[Foundation-l] Wikimedia main office
Andrew Lih
andrew.lih at gmail.com
Wed May 31 03:13:39 UTC 2006
On 5/31/06, Ray Saintonge <saintonge at telus.net> wrote:
>
> The Wikimedia Foundation and Wikipedia are indeed two different
> concepts, and the relative roles of professionals and amateurs will
> indeed be different in these two organizations. In many respects we
> need to start building a firewall between the two. This would leave the
> WMF responsible for the maintenance of the infrastructural assets, while
> Wikipedia and its sisterprojects could be free to pursue their
> innovative strategies without the need to be guided by a paranoia that
> any small legal oversight could bring the entire empire crashing. There
> are certainly profitable enterprises out there who would welcome that
> development with great glee. There needs to be an arm's length
> relationship between the two, and I don't see much being said to address
> that.
Ray, the issue has been discussed here and there, but you clarify it
very well. Many of the heated discussions on the future of WMF have
been because of the unclear line between what the Foundation should
do, and what Wikipedians do.
The WP:OFFICE policy is a real problem in that respect. This is not to
diminish what Danny or others have been doing. They should be
commended for bridging the 'real world' phone calls and concerns with
the Wikipedia virtual community. And hiring someone to feed phone call
complaints/comments into OTRS (and stop at that) is a good step.

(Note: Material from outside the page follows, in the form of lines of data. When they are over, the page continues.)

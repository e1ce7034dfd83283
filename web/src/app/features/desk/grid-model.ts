/**
 * The Matrix desk grid's model: columns ordered by plant part, the window of columns on screen, and
 * each cell as the grid shows it.
 *
 * Invariant: everything here is a pure function of its arguments (no Angular, no DOM), so the grid's
 * sums can be checked without a browser.
 */
import { type Cell, PART_LABELS, PLANT_PARTS, type PlantPart, type Trait, cellInWords, isNumericCell, valueLabel } from '@shared/engine';

export type Frequency = 'usual' | 'occasional' | 'rare';
const FREQUENCY_ORDER: readonly Frequency[] = ['usual', 'occasional', 'rare'];

/** One trait column of the grid. */
export interface GridColumn {
  /** position among all the grid's columns (before filtering), stable while the matrix is loaded */
  key: number;
  /** the trait's position in the matrix's list of traits (the order packed cells come in) */
  position: number;
  trait: Trait;
  part: PlantPart;
}

/** A cell as the grid draws it, with the words a screen reader announces. */
export type CellView =
  | { kind: 'unknown'; words: string }
  | { kind: 'inapplicable'; words: string }
  | { kind: 'range'; text: string; words: string }
  | { kind: 'values'; values: ReadonlyArray<{ label: string; frequency: Frequency }>; words: string };

/** The traits as grid columns, grouped by plant part in the product's part order (stable inside a part). */
export function orderColumns(traits: readonly Trait[]): GridColumn[] {
  const rank = (part: PlantPart) => PLANT_PARTS.indexOf(part);
  return traits
    .map((trait, index) => ({ trait, index }))
    .sort((a, b) => rank(a.trait.part) - rank(b.trait.part) || a.index - b.index)
    .map(({ trait, index }, key) => ({
      key,
      position: index,
      trait,
      part: trait.part,
    }));
}

/** The columns the part and trait filters leave, in grid order. */
export function filterColumns(columns: readonly GridColumn[], parts: readonly PlantPart[], traitWords: string): GridColumn[] {
  const words = traitWords.trim().toLowerCase();
  return columns.filter(
    (column) =>
      (parts.length === 0 || parts.includes(column.part)) &&
      (words === '' || column.trait.label.toLowerCase().includes(words) || column.trait.code.includes(words)),
  );
}

/**
 * Which columns to draw: those any part of which is inside the visible width, plus `overscan` on each
 * side so a quick scroll does not show blank space. `last` is exclusive.
 */
export function columnWindow(scrollLeft: number, visibleWidth: number, columnWidth: number, count: number, overscan = 2): { first: number; last: number } {
  if (count === 0 || columnWidth <= 0) return { first: 0, last: 0 };
  const first = Math.max(0, Math.floor(Math.max(0, scrollLeft) / columnWidth) - overscan);
  const last = Math.min(count, Math.ceil((Math.max(0, scrollLeft) + Math.max(0, visibleWidth)) / columnWidth) + overscan);
  return { first, last: Math.max(first, last) };
}

/** Runs of neighbouring columns of one plant part inside a window, for the grouped header. */
export function partSegments(
  columns: readonly GridColumn[],
  first: number,
  last: number,
): Array<{ part: PlantPart; label: string; start: number; count: number }> {
  const segments: Array<{ part: PlantPart; label: string; start: number; count: number }> = [];
  for (let index = first; index < last; index++) {
    const part = columns[index]!.part;
    const previous = segments.at(-1);
    if (previous && previous.part === part) previous.count++;
    else segments.push({ part, label: PART_LABELS[part], start: index, count: 1 });
  }
  return segments;
}

function formatNumber(value: number): string {
  return Number.isInteger(value) ? String(value) : String(Math.round(value * 100) / 100);
}

/** A numeric range as the grid writes it: `min (low–high) max` and the unit. */
export function rangeText(cell: { min: number; low: number; high: number; max: number }, unit: string): string {
  return `${formatNumber(cell.min)} (${formatNumber(cell.low)}–${formatNumber(cell.high)}) ${formatNumber(cell.max)} ${unit}`;
}

/** How a cell reads aloud, in the engine's words: "usually furrowed, occasionally scaly", "typically 12–23 cm, recorded 10–25 cm". */
export function cellWords(trait: Pick<Trait, 'values'>, cell: Cell): string {
  return cellInWords(trait, cell);
}

/** The cell as the grid draws it. */
export function cellView(column: GridColumn, cell: Cell | undefined): CellView {
  const value = cell ?? 'unknown';
  const words = cellWords(column.trait, value);
  if (value === 'unknown') return { kind: 'unknown', words };
  if (value === 'inapplicable') return { kind: 'inapplicable', words };
  if (isNumericCell(value)) return { kind: 'range', text: rangeText(value, column.trait.unit ?? 'cm'), words };
  const values = FREQUENCY_ORDER.flatMap((frequency) => (value[frequency] ?? []).map((code) => ({ label: valueLabel(column.trait, code), frequency })));
  return { kind: 'values', values, words };
}

/** The index after a key press in a grid of `rows` × `columns`, or null when the key does not move. */
export function movedTo(
  key: string,
  at: { row: number; column: number },
  size: { rows: number; columns: number; pageRows: number },
  withControl = false,
): { row: number; column: number } | null {
  const clamp = (value: number, count: number) => Math.min(Math.max(0, value), Math.max(0, count - 1));
  const { row, column } = at;
  switch (key) {
    case 'ArrowUp':
      return { row: clamp(row - 1, size.rows), column };
    case 'ArrowDown':
      return { row: clamp(row + 1, size.rows), column };
    case 'ArrowLeft':
      return { row, column: clamp(column - 1, size.columns) };
    case 'ArrowRight':
      return { row, column: clamp(column + 1, size.columns) };
    case 'PageUp':
      return { row: clamp(row - size.pageRows, size.rows), column };
    case 'PageDown':
      return { row: clamp(row + size.pageRows, size.rows), column };
    case 'Home':
      return withControl ? { row: 0, column: 0 } : { row, column: 0 };
    case 'End':
      return withControl
        ? { row: clamp(size.rows - 1, size.rows), column: clamp(size.columns - 1, size.columns) }
        : { row, column: clamp(size.columns - 1, size.columns) };
    default:
      return null;
  }
}
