import { Injectable, inject } from '@angular/core';
import { HttpClient, HttpParams } from '@angular/common/http';
import { type Observable, catchError, map, throwError } from 'rxjs';
import type { Cell, PlantPart, Trait } from '@shared/engine';
import { ApiProblem } from '../../core/http/api-problem';

/**
 * One taxon of the working matrix as the grid holds it: its cells packed as one JSON text in the order
 * of the matrix's traits (decoded only when its row is drawn) and each cell's version in that order.
 */
export interface DeskTaxon {
  id: string;
  scientificName: string;
  family: string;
  commonNames: string[];
  /** a JSON array of the cells, in the order of `WorkingMatrix.traits` */
  packed: string;
  /** the version of each cell in that order; 0 for a cell never written */
  versions: number[];
}

/** The whole working (unpublished) matrix, `GET /api/v1/curation/matrix?format=packed`. */
export interface WorkingMatrix {
  basedOn: number | null;
  traits: Trait[];
  taxa: DeskTaxon[];
}

export interface CellState {
  taxonId: string;
  traitCode: string;
  value: Cell;
  version: number;
}

export interface EditionSummary {
  taxaAdded: string[];
  taxaRemoved: string[];
  traitsAdded: string[];
  traitsRemoved: string[];
  cellsChanged: number;
  taxonCount: number;
  traitCount: number;
}

export interface DraftSummary {
  basedOn: number | null;
  summary: EditionSummary;
  publishable: boolean;
  errors: Array<{ code: string; path: string; message: string; taxon?: string; trait?: string }>;
  invalidCells: Array<{ taxonId: string; traitCode: string; problems: string[] }>;
  warnings: number;
}

export interface Edition {
  number: number;
  title: string;
  publishedAt: string;
  summary: EditionSummary;
}

export interface AuditEntry {
  id: number;
  actor: { userId: number | null; email: string | null };
  at: string;
  entity: string;
  entityKey: string;
  action: string;
  before: unknown;
  after: unknown;
  reason: string;
}

/** A cell write refused because the cell moved on since the version sent; `current` is the cell now. */
export class StaleCellEdit extends Error {
  constructor(
    readonly current: { value: Cell; version: number },
    readonly problem: ApiProblem,
  ) {
    super(problem.readable);
    this.name = 'StaleCellEdit';
  }
}

const PARTS: readonly PlantPart[] = ['leaf', 'needle', 'cone', 'fruit', 'flower', 'twig', 'bark', 'form'];

function isRecord(value: unknown): value is Record<string, unknown> {
  return typeof value === 'object' && value !== null && !Array.isArray(value);
}

function isCell(value: unknown): value is Cell {
  return value === 'unknown' || value === 'inapplicable' || isRecord(value);
}

/** Checks the shape the grid relies on (the HttpClient generic is only an assertion). */
export function readWorkingMatrix(body: unknown): WorkingMatrix {
  if (!isRecord(body) || !Array.isArray(body['traits']) || !Array.isArray(body['taxa']))
    throw new Error('The server answered with an unexpected working matrix.');
  const traits = body['traits'].filter(
    (trait): trait is Trait =>
      isRecord(trait) && typeof trait['code'] === 'string' && typeof trait['label'] === 'string' && PARTS.includes(trait['part'] as PlantPart),
  );
  if (traits.length !== body['traits'].length) throw new Error('The server answered with a trait the Matrix desk cannot show.');
  const taxa: DeskTaxon[] = [];
  for (const taxon of body['taxa']) {
    if (!isRecord(taxon) || typeof taxon['id'] !== 'string' || typeof taxon['scientificName'] !== 'string' || typeof taxon['packed'] !== 'string') continue;
    taxa.push({
      id: taxon['id'],
      scientificName: taxon['scientificName'],
      family: typeof taxon['family'] === 'string' ? taxon['family'] : '',
      commonNames: Array.isArray(taxon['commonNames']) ? (taxon['commonNames'] as string[]) : [],
      packed: taxon['packed'],
      versions: Array.isArray(taxon['versions']) ? (taxon['versions'] as number[]) : [],
    });
  }
  return { basedOn: typeof body['basedOn'] === 'number' ? body['basedOn'] : null, traits, taxa };
}

/** A packed row's cells; a row that does not decode reads as unknown throughout. */
export function unpackCells(taxon: DeskTaxon, traitCount: number): Cell[] {
  try {
    const cells: unknown = JSON.parse(taxon.packed);
    if (Array.isArray(cells) && cells.length === traitCount) return cells.map((cell) => (isCell(cell) ? cell : 'unknown'));
  } catch {
    // fall through: shown as not coded rather than breaking the grid
  }
  return Array.from({ length: traitCount }, () => 'unknown' as const);
}

function readCellState(body: unknown): CellState {
  if (!isRecord(body) || !isCell(body['value']) || typeof body['version'] !== 'number') throw new Error('The server answered with an unexpected cell.');
  return { taxonId: String(body['taxonId']), traitCode: String(body['traitCode']), value: body['value'], version: body['version'] };
}

function readCurrent(problem: ApiProblem): { value: Cell; version: number } | null {
  const current = problem.extensions['current'];
  return isRecord(current) && isCell(current['value']) && typeof current['version'] === 'number'
    ? { value: current['value'], version: current['version'] }
    : null;
}

/** The Matrix desk's calls: the working matrix, cells, the draft, editions and the change log. */
@Injectable({ providedIn: 'root' })
export class DeskService {
  readonly #http = inject(HttpClient);

  /**
   * The working matrix, packed. Read as text and parsed here so the page can mark when the data
   * arrived (`desk:received`, a User Timing mark the desk benchmark reads).
   */
  workingMatrix(): Observable<WorkingMatrix> {
    return this.#http.get('/api/v1/curation/matrix', { params: { format: 'packed' }, responseType: 'text' }).pipe(
      map((text) => {
        performance.mark('desk:received');
        return readWorkingMatrix(JSON.parse(text));
      }),
    );
  }

  cell(taxonId: string, traitCode: string): Observable<CellState> {
    return this.#http.get<unknown>(`/api/v1/curation/cells/${encodeURIComponent(taxonId)}/${encodeURIComponent(traitCode)}`).pipe(map(readCellState));
  }

  /**
   * Writes one cell at the version the curator read. When the cell moved on meanwhile nothing is
   * written and the error is a StaleCellEdit holding the cell as it is now; every other failure is an ApiProblem.
   */
  setCell(taxonId: string, traitCode: string, change: { value: Cell; version: number; reason: string }): Observable<CellState> {
    return this.#http.put<unknown>(`/api/v1/curation/cells/${encodeURIComponent(taxonId)}/${encodeURIComponent(traitCode)}`, change).pipe(
      map(readCellState),
      catchError((error: unknown) => {
        const current = error instanceof ApiProblem && error.status === 409 ? readCurrent(error) : null;
        return throwError(() => (current && error instanceof ApiProblem ? new StaleCellEdit(current, error) : error));
      }),
    );
  }

  draftSummary(): Observable<DraftSummary> {
    return this.#http.get<unknown>('/api/v1/curation/draft/summary').pipe(
      map((body) => {
        if (!isRecord(body) || !isRecord(body['summary']) || typeof body['publishable'] !== 'boolean')
          throw new Error('The server answered with an unexpected draft summary.');
        const draft = body as unknown as DraftSummary;
        return { ...draft, invalidCells: Array.isArray(draft.invalidCells) ? draft.invalidCells : [], errors: Array.isArray(draft.errors) ? draft.errors : [] };
      }),
    );
  }

  editions(): Observable<{ current: number | null; editions: Edition[] }> {
    return this.#http.get<unknown>('/api/v1/editions').pipe(
      map((body) => {
        if (!isRecord(body) || !Array.isArray(body['editions'])) throw new Error('The server answered with an unexpected list of editions.');
        return { current: typeof body['current'] === 'number' ? body['current'] : null, editions: body['editions'] as Edition[] };
      }),
    );
  }

  publish(title: string, reason: string): Observable<Edition> {
    return this.#http.post<Edition>('/api/v1/editions', { title, reason });
  }

  /** One page of the audit log, newest first; `before` is the previous page's `next`. */
  audit(filter: { entity?: string; before?: number; limit: number }): Observable<{ entries: AuditEntry[]; next: number | null }> {
    let params = new HttpParams().set('limit', filter.limit);
    if (filter.entity) params = params.set('entity', filter.entity);
    if (filter.before !== undefined) params = params.set('before', filter.before);
    return this.#http.get<unknown>('/api/v1/curation/audit', { params }).pipe(
      map((body) => {
        if (!isRecord(body) || !Array.isArray(body['entries'])) throw new Error('The server answered with an unexpected audit page.');
        return { entries: body['entries'] as AuditEntry[], next: typeof body['next'] === 'number' ? body['next'] : null };
      }),
    );
  }
}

I'll paste in here what I sent to some of the board members last
month, since it's relevant:
"I fear that Wikipedia claiming it is a "forum" and a "common carrier"
worked before, but starts to break down when WP:OFFICE is used. That
is, with "OFFICE" oversight that has final authority, the Foundation
then takes on a liability as the ultimate editing function. This could
have dramatic implications, since the stance of WMF with the
Seigenthaler case was, "find that libelous anon, since we are not not
liable." With WP:OFFICE, the case could be made the WMF is liable for
this same case in the future."
The short version: once the WMF as an organization takes a role in the
culling and selection of editorial content, it is "on the hook." A
"firewall" separation as Ray pointed out is not only good
communitywise, but legally too.
> Ec
-Andrew (User:Fuzheado)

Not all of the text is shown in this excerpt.